| Required work |
Every entry is to be written out word for word.

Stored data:
--- START ---

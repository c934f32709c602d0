import { describe, expect, it } from "vitest";
import { stableSpindleSpeedsRpm } from "./stable-spindle-speeds-rpm.js";

describe("stableSpindleSpeedsRpm", () => {
  it("CHT-1: chatter 1250 Hz, 3 flutes → 25 000 / 12 500 / 8333.33 rpm (domain-reference CHT-1; Smith & Tlusty)", () => {
    const s = stableSpindleSpeedsRpm({ chatterFrequencyHz: 1250, flutes: 3, count: 3 });
    expect(s[0]).toBeCloseTo(25000, 6);
    expect(s[1]).toBeCloseTo(12500, 6);
    expect(s[2]).toBeCloseTo(8333.33, 2);
  });
  it("CHT-2: 730.2 Hz, 2 flutes → 21 906 / 10 953 rpm (domain-reference CHT-2)", () => {
    const s = stableSpindleSpeedsRpm({ chatterFrequencyHz: 730.2, flutes: 2, count: 2 });
    expect(s[0]).toBeCloseTo(21906, 6);
    expect(s[1]).toBeCloseTo(10953, 6);
  });
  it("TPF-5: mode 580 Hz, 2 flutes → 17 400 / 8700 / 5800 rpm, highest first (domain-reference TPF-5)", () => {
    expect(stableSpindleSpeedsRpm({ chatterFrequencyHz: 580, flutes: 2, count: 3 }).map((v) => Math.round(v * 1e6) / 1e6)).toEqual([17400, 8700, 5800]);
  });
  it("rejects a zero count", () => {
    expect(() => stableSpindleSpeedsRpm({ chatterFrequencyHz: 500, flutes: 2, count: 0 })).toThrow("stableSpindleSpeedsRpm requires count to be an integer >= 1");
  });
});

--- END ---

| Written answer |
repository c934f32709c602d0
import { describe, expect, it } from "vitest";
import { stableSpindleSpeedsRpm } from "./stable-spindle-speeds-rpm.js";

describe("stableSpindleSpeedsRpm", () => {
  it("CHT-1: chatter 1250 Hz, 3 flutes → 25 000 / 12 500 / 8333.33 rpm (domain-reference CHT-1; Smith & Tlusty)", () => {
    const s = stableSpindleSpeedsRpm({ chatterFrequencyHz: 1250, flutes: 3, count: 3 });
    expect(s[0]).toBeCloseTo(25000, 6);
    expect(s[1]).toBeCloseTo(12500, 6);
    expect(s[2]).toBeCloseTo(8333.33, 2);
  });
  it("CHT-2: 730.2 Hz, 2 flutes → 21 906 / 10 953 rpm (domain-reference CHT-2)", () => {
    const s = stableSpindleSpeedsRpm({ chatterFrequencyHz: 730.2, flutes: 2, count: 2 });
    expect(s[0]).toBeCloseTo(21906, 6);
    expect(s[1]).toBeCloseTo(10953, 6);
  });
  it("TPF-5: mode 580 Hz, 2 flutes → 17 400 / 8700 / 5800 rpm, highest first (domain-reference TPF-5)", () => {
    expect(stableSpindleSpeedsRpm({ chatterFrequencyHz: 580, flutes: 2, count: 3 }).map((v) => Math.round(v * 1e6) / 1e6)).toEqual([17400, 8700, 5800]);
  });
  it("rejects a zero count", () => {
    expect(() => stableSpindleSpeedsRpm({ chatterFrequencyHz: 500, flutes: 2, count: 0 })).toThrow("stableSpindleSpeedsRpm requires count to be an integer >= 1");
  });
});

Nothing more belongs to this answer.